A) Every 4 Minutes x 2:

200m Run
10 Wall Balls, 12#/10#
10 Empty Bar Deadlifts, 20”

B) 3 Rounds:

4 Strict Press, with an empty bar
8 Front Squats, with an empty bar
6/6 Kettlebell Windmill
16 Double-Unders



“3 Dragons”

3 Rounds:

200m Run
10 Bench Press, 115#/75#
10 One-Legged Squats

3 Rounds:

200m Row
10 Power Cleans, 115#/75#
10 Front Squats, 115#/75#

3 Rounds:

40 Double-Unders
10 Burpees
10 Wall Balls, 20#/ 14#

RX+: 135#/95#
RX: 115#/75#
AX: 75#/55#. Walking lunges.

Workout Tip

AX – For masters athletes or novice athletes that want to move and have fun.

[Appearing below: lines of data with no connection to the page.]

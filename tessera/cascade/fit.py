"""Training: one node at a time, or a whole cascade, on labelled tiles.

Training context is out-of-fold: the maps a node passes downstream for a training tile come
from a model fitted without that tile (stacked generalisation), so later nodes do not learn
from over-confident context.
"""

import hashlib
import multiprocessing
from concurrent.futures import ProcessPoolExecutor
from dataclasses import dataclass

import numpy as np

from tessera import __version__
from tessera.block_reduce import block_mean
from tessera.cascade.classifiers import make_classifier
from tessera.cascade.frame import (
    ensure_maps,
    make_frame,
    node_feature_names,
    node_map,
    node_rows,
    share_features,
)
from tessera.cascade.geometry import receptive_radius, z_halo
from tessera.cascade.orientations import ORIENTATIONS, orient_plane, orient_room
from tessera.cascade.spec import ancestors, node_settings, nodes
from tessera.cascade.store import MODEL_FORMAT, NodeModel
from tessera.errors import TesseraInputError
from tessera.label_values import IGNORE


def level_labels(labels, level, core_shape):
    """Majority labels of a core at `level` (ignore where no labelled pixel falls in a block)."""
    h, w = core_shape
    padded = np.full((h, w), IGNORE, dtype=np.uint8)
    padded[: labels.shape[0], : labels.shape[1]] = labels
    if level == 0:
        return padded
    f = 2**level
    valid = (padded != IGNORE).astype(np.float32)
    positive = (padded == 1).astype(np.float32)
    n_valid = block_mean(valid, (f, f))
    frac = np.divide(
        block_mean(positive, (f, f)), n_valid, out=np.zeros_like(n_valid), where=n_valid > 0
    )
    out = (frac >= 0.5).astype(np.uint8)
    out[n_valid == 0] = IGNORE
    return out


def _sample_rows(labels, count, rng):
    """Indices of up to `count` labelled pixels, half per class where possible."""
    flat = labels.ravel()
    chosen = []
    per_class = count // 2
    for cls in (0, 1):
        idx = np.flatnonzero(flat == cls)
        if idx.size > per_class:
            idx = rng.choice(idx, per_class, replace=False)
        chosen.append(idx)
    return np.sort(np.concatenate(chosen))


def _balanced_weights(y):
    n = y.size
    counts = np.bincount(y, minlength=2).astype(np.float64)
    w = n / (2.0 * np.maximum(counts, 1))
    return w[y].astype(np.float32)


def _tile_seed(spec, node, tile_id):
    digest = hashlib.sha256(f"{spec.seed}:{node}:{tile_id}".encode()).digest()
    return int.from_bytes(digest[:8], "little")


@dataclass
class TrainingTile:
    """A labelled tile ready for training: its frame, its labels (core) and its fold.

    A tile made by :func:`lazy_tile` reads its image and makes its frame on first use, and
    :meth:`release` drops them again: a training job then holds one tile's image window,
    features and maps at a time, not every tile's (in 3D a window holds tens of sections).
    """

    tile_id: str
    _frame: object
    labels: np.ndarray
    fold: int
    room: tuple = None
    _make: object = None

    @property
    def frame(self):
        if self._frame is None:
            self._frame = self._make()
        return self._frame

    def release(self):
        """Drop the frame (image, features, maps) of a tile that can make it again."""
        if self._make is not None:
            self._frame = None


def _checked(tile_id, labels, room):
    labels = np.asarray(labels)
    if labels.ndim != 2:
        raise TesseraInputError(f"tile {tile_id}: labels must be 2D, got shape {labels.shape}")
    return labels.astype(np.uint8), None if room is None else tuple(int(r) for r in room)


def prepare_tile(spec, tile_id, image, labels, *, fold, final=None, room=None):
    """A TrainingTile from a working-level image window (core + halo) and core labels 0/1/255.

    `image` holds the tile's section and ``z_halo(spec, final)`` sections on each side (see
    :func:`tessera.cascade.frame.make_frame`); the labels are those of the middle section.
    `room` (:func:`tessera.cascade.geometry.volume_room`) says where the volume ends around the
    tile: the maps are then mirrored beyond it, as prediction does.
    """
    labels, room = _checked(tile_id, labels, room)
    frame = make_frame(spec, image, labels.shape, final=final, room=room)
    return TrainingTile(tile_id, frame, labels, int(fold), room)


def lazy_tile(spec, tile_id, read_image, labels, *, fold, final=None, room=None):
    """:func:`prepare_tile` with the image read by ``read_image()`` when the frame is first
    used, and read again after :meth:`TrainingTile.release` (the same numbers each time)."""
    labels, room = _checked(tile_id, labels, room)

    def make():
        return make_frame(spec, read_image(), labels.shape, final=final, room=room)

    return TrainingTile(tile_id, None, labels, int(fold), room, make)


def _oriented_frame(spec, node, tile, orientation):
    """A frame of `tile` turned to `orientation`, for `node`, and its turned labels."""
    window = _node_window(spec, tile, node)
    labels = orient_plane(tile.labels, orientation)
    room = orient_room(tile.room, orientation)
    turned = make_frame(
        spec, orient_plane(window, orientation), labels.shape, final=node, room=room
    )
    return turned, labels


def _training_rows(spec, node, tiles, upstream):
    """Sampled feature rows of `node` over the tiles: (X, labels y, fold of each row g).

    With ``spec.orientations`` > 1 every tile also gives rows of its turned copies (each with
    its own image features and earlier maps), ``samples_per_tile`` shared among them.
    """
    level = node[1]
    per_orientation = max(1, spec.samples_per_tile // spec.orientations)
    rows, ys, groups = [], [], []
    for tile in tiles:
        for k, orientation in enumerate(ORIENTATIONS[: spec.orientations]):
            if k == 0:
                frame, tile_labels, name = tile.frame, tile.labels, tile.tile_id
            else:
                frame, tile_labels = _oriented_frame(spec, node, tile, orientation)
                name = f"{tile.tile_id}:orientation{k}"
            labels = level_labels(tile_labels, level, frame.core_shape)
            pick = _sample_rows(
                labels,
                per_orientation,
                np.random.default_rng(_tile_seed(spec, node, name)),
            )
            if pick.size:
                ensure_maps(frame, node, upstream, tile.fold)
                rows.append(node_rows(frame, node, 0, pick))
                ys.append(labels.ravel()[pick])
                groups.append(np.full(pick.size, tile.fold))
            del frame
        tile.release()  # its rows are taken: a lazy tile's window and maps are not needed again
    X = np.concatenate(rows)
    y = np.concatenate(ys).astype(np.uint8)
    g = np.concatenate(groups)
    return X, y, g


def train_node(spec, stage, level, tiles, upstream, *, target="target", threads=1):
    """Fit one (stage, level) node on training tiles.

    Parameters
    ----------
    spec : CascadeSpec
    stage, level : int
    tiles : list of TrainingTile
        Every tile has a fold in ``0 .. spec.folds - 1``; frames must have been made with a halo
        of at least ``receptive_radius(spec, (stage, level))``.
    upstream : dict
        ``{node: NodeModel}`` for every ancestor of the node (maps already cached in the frames
        are reused).
    target : str
        Recorded in the metadata and checked when the model is loaded.
    threads : int
        Processes that fit the node's fold and full models side by side
        (:func:`fit_classifiers`); the models do not depend on it.

    Returns
    -------
    NodeModel
    """
    node = (stage, level)
    if not tiles:
        raise TesseraInputError(f"target {target}: no training tiles")
    folds_present = sorted({t.fold for t in tiles})
    if folds_present != list(range(spec.folds)):
        raise TesseraInputError(
            f"target {target}: {len(tiles)} training tile(s) fall into folds {folds_present}; out-of-fold "
            f"context needs tiles in each of the {spec.folds} folds (add tiles or lower folds)"
        )
    missing = [a for a in ancestors(spec, node)[:-1] if a not in upstream]
    if missing:
        raise TesseraInputError(f"target {target}: node {node} needs the models of {missing} first")
    X, y, g = _training_rows(spec, node, tiles, upstream)
    if np.unique(y).size < 2:
        raise TesseraInputError(
            f"target {target}: training tiles hold only class {int(y[0])} at level {level}; annotate both target and background"
        )

    for k in range(spec.folds):
        if np.unique(y[g != k]).size < 2:
            others = [t.tile_id for t in tiles if t.fold != k]
            raise TesseraInputError(
                f"target {target}: without fold {k} the training pixels hold one class only "
                f"(class {int(y[g != k][0])} in tiles {', '.join(others[:6])}"
                f"{' …' if len(others) > 6 else ''}); out-of-fold context needs both classes "
                "outside every fold: raise tiles.per_dataset, or tiles.min_target_fraction for "
                "label volumes, annotate tiles holding the target in more sections, or lower "
                "cascade.folds"
            )
    seed = spec.seed + 7919 * stage + 104729 * level
    # the fold models (each without one fold's tiles) and the full model, in that order
    *folds, full = fit_classifiers(
        spec, X, y, [g != k for k in range(spec.folds)] + [None], seed=seed, workers=threads
    )
    meta = {
        "format": MODEL_FORMAT,
        "tessera_version": __version__,
        "target": target,
        "spec": node_settings(spec),
        "stage": stage,
        "level": level,
        "features": node_feature_names(spec, stage, level),
        "classes": [0, 1],
        "training_tiles": sorted(t.tile_id for t in tiles),
        "training_pixels": int(y.size),
        "positive_fraction": float(y.mean()),
    }
    return NodeModel(spec, stage, level, full, folds, meta)


def _fit_one(spec, X, y, rows, seed):
    if rows is not None:
        X, y = X[rows], y[rows]
    clf = make_classifier(spec.classifier, seed=seed, threads=1, **spec.classifier_options)
    return clf.fit(X, y, sample_weight=_balanced_weights(y))


def fit_classifiers(spec, X, y, subsets, *, seed, workers=1):
    """One classifier of `spec` per subset of the rows (a boolean mask, or None for all), all
    with `seed`; fitted side by side in `workers` processes.

    Each fit runs on one thread whatever `workers` is, so a model does not depend on how many
    cores trained it (multithreaded matrix products may round differently). Small networks
    spend most of their fitting time in the interpreter, not in matrix products, so separate
    processes, not threads, are what makes fits run side by side.
    """
    workers = max(1, min(int(workers), len(subsets)))
    if workers == 1:
        return [_fit_one(spec, X, y, rows, seed) for rows in subsets]
    # fork shares X with the workers without copying it; elsewhere they receive a copy
    method = "fork" if "fork" in multiprocessing.get_all_start_methods() else "spawn"
    with ProcessPoolExecutor(workers, mp_context=multiprocessing.get_context(method)) as pool:
        futures = [pool.submit(_fit_one, spec, X, y, rows, seed) for rows in subsets]
        return [f.result() for f in futures]


def fit_cascade(spec, tiles, *, target="target", threads=1):
    """Train every node in order; return ``{node: NodeModel}``.

    `tiles` are TrainingTiles made with the full receptive radius (``final=None``). Each node is
    trained on the tiles cut to its own receptive radius (:func:`node_tile`), as a job that
    trains that node alone sees them, so every model equals the one such a job makes and does
    not depend on the stages after it.
    """
    models = {}
    for node in nodes(spec):
        node_tiles = [node_tile(spec, tile, node) for tile in tiles]
        models[node] = train_node(spec, *node, node_tiles, models, target=target, threads=threads)
    return models


def _node_window(spec, tile, node):
    """The image window of `tile` cut to the receptive radius and z halo of `node`."""
    frame = tile.frame
    halo = receptive_radius(spec, node)
    cut = frame.halo - halo
    z_cut = frame.z_halo - z_halo(spec, node)
    if cut < 0 or z_cut < 0:
        raise TesseraInputError(
            f"tile {tile.tile_id}: its image has a halo of {frame.halo} px and {frame.z_halo} "
            f"section(s); node {node} needs {halo} px and {z_halo(spec, node)}"
        )
    h, w = tile.labels.shape
    sections = slice(z_cut, frame.stack.shape[0] - z_cut)
    # the frame's image is the tile's window as given; the core's extension to multiples of 2^L
    # was appended after it, so the window is its first rows and columns
    return frame.stack[sections, cut : cut + h + 2 * halo, cut : cut + w + 2 * halo]


def node_tile(spec, tile, node):
    """`tile` with its image cut to the receptive radius and z halo of `node` (a new frame, maps
    not cached).

    The maps of earlier nodes are computed over the margins `node` reads, not over the wider
    ones later nodes of the cascade read. That matters beyond geometry: a classifier's output for
    a pixel can differ in the last bit with the number of rows predicted at once (BLAS matrix
    products round rows at the edge of their blocking differently), so a map computed over a
    wider region is not always bit for bit the crop of a narrower one.
    """
    image = _node_window(spec, tile, node)
    out = prepare_tile(
        spec, tile.tile_id, image, tile.labels, fold=tile.fold, final=node, room=tile.room
    )
    # image features do not depend on the region they are computed over: crop the tile's own
    # (computed once for all the nodes of a cascade) instead of filtering again per node
    share_features(tile.frame, out.frame)
    return out


def out_of_fold_maps(models, tiles):
    """Final maps of training tiles, each from the fold models that did not see the tile."""
    spec = next(iter(models.values())).spec
    final = (spec.stages, 0)
    out = {}
    for tile in tiles:
        ensure_maps(tile.frame, final, models, tile.fold)
        # banded (:func:`node_map`): the same numbers as predicting the whole feature matrix
        prob = node_map(tile.frame, final, 0, models[final].for_tile(tile.fold))
        out[tile.tile_id] = prob[: tile.labels.shape[0], : tile.labels.shape[1]]
    return out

RX – Most athletes that have training experience and want a little push!

RX+: Competitive athletes that want a little more dose of the good stuff.

This workout should only use one barbell. After you complete all 3 rounds of the bench press and one-legged squat station, take your bar off the rack and use it for the power clean portion. The weight on the bar for all the movements should be a load that you can complete 5 repetitions each time you see the bar. Scale as needed. If you can not complete one-legged squats, scale to walking lunges.